- **What this task involves**
Return each line exactly as written. Begin with the first line of the entries and end with the line that has "g = linear_group(canon)".

═════ Extracted records

"""Plain-text rendering of results for the terminal."""

from __future__ import annotations

from collections.abc import Sequence

__all__ = ["embeddings_text", "group_text", "molecule_text", "table"]


def _width(s: str) -> int:
    # combining characters (the bar in z̄) take no column
    return sum(0 if 0x0300 <= ord(c) <= 0x036F else 1 for c in s)


def table(headers: Sequence[str], rows: Sequence[Sequence[object]], *, indent: str = "  ") -> str:
    """Aligned columns with a rule under the header.

    Examples
    --------
    >>> print(table(["a", "bb"], [[1, 2], [33, 4]]))
      a   bb
      --  --
      1   2
      33  4
    """
    cells = [[str(h) for h in headers]] + [[str(c) for c in r] for r in rows]
    widths = [max(_width(r[i]) for r in cells) for i in range(len(headers))]

    def line(r: Sequence[str]) -> str:
        return indent + "  ".join(c + " " * (w - _width(c)) for c, w in zip(r, widths, strict=True)).rstrip()

    out = [line(cells[0]), line(["-" * w for w in widths])]
    out += [line(r) for r in cells[1:]]
    return "\n".join(out)


def _num(x: float) -> str:
    r = round(x)
    if abs(x - r) < 1e-9:
        return str(int(r))
    return f"{x:.3f}"


def group_text(name: str) -> str:
    """Character table, vector and axial species, and selection rules of a group."""
    from ..activity import activity_table
    from ..groups.catalogue import canonical_name
    from ..groups.linear import linear_group
    from ..groups.pointgroup import point_group

    canon = canonical_name(name)
    act = {a.label: a for a in activity_table(canon)}
    lines = []
    if "∞" in canon:
        g = linear_group(canon)
        lines.append(f"Point group {canon} (linear; species by angular momentum about z)")
        rows = [
            [s.label, s.dimension, ", ".join(act[s.label].ir) or "-", ", ".join(act[s.label].raman) or "-"]
            for s in g.species[: (5 if not g.centrosymmetric else 12)]
            if s.m <= 3
        ]
        lines.append(table(["species", "dim", "IR", "Raman"], rows))
    else:
        g = point_group(canon)
        hm = f" ({g.hermann_mauguin})" if g.hermann_mauguin else ""
        lines.append(f"Point group {g.name}{hm}, order {g.order}, {len(g.classes)} classes")
        lines.append(_axes_note(g.name))
        headers, rows = character_rows(g.name)
        lines.append(table(headers, rows))
        if any(s.separably_degenerate for s in g.species):
            lines.append("  E species made of a complex-conjugate pair are shown merged (their characters added).")
    lines.append(f"  translations: {g.vector}    rotations: {g.axial}")
    return "\n".join(lines)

══════════

- **Response to this task**
"""Plain-text rendering of results for the terminal."""

from __future__ import annotations

from collections.abc import Sequence

__all__ = ["embeddings_text", "group_text", "molecule_text", "table"]


def _width(s: str) -> int:
    # combining characters (the bar in z̄) take no column
    return sum(0 if 0x0300 <= ord(c) <= 0x036F else 1 for c in s)


def table(headers: Sequence[str], rows: Sequence[Sequence[object]], *, indent: str = "  ") -> str:
    """Aligned columns with a rule under the header.

    Examples
    --------
    >>> print(table(["a", "bb"], [[1, 2], [33, 4]]))
      a   bb
      --  --
      1   2
      33  4
    """
    cells = [[str(h) for h in headers]] + [[str(c) for c in r] for r in rows]
    widths = [max(_width(r[i]) for r in cells) for i in range(len(headers))]

    def line(r: Sequence[str]) -> str:
        return indent + "  ".join(c + " " * (w - _width(c)) for c, w in zip(r, widths, strict=True)).rstrip()

    out = [line(cells[0]), line(["-" * w for w in widths])]
    out += [line(r) for r in cells[1:]]
    return "\n".join(out)


def _num(x: float) -> str:
    r = round(x)
    if abs(x - r) < 1e-9:
        return str(int(r))
    return f"{x:.3f}"


def group_text(name: str) -> str:
    """Character table, vector and axial species, and selection rules of a group."""
    from ..activity import activity_table
    from ..groups.catalogue import canonical_name
    from ..groups.linear import linear_group
    from ..groups.pointgroup import point_group

    canon = canonical_name(name)
    act = {a.label: a for a in activity_table(canon)}
    lines = []
    if "∞" in canon:
        g = linear_group(canon)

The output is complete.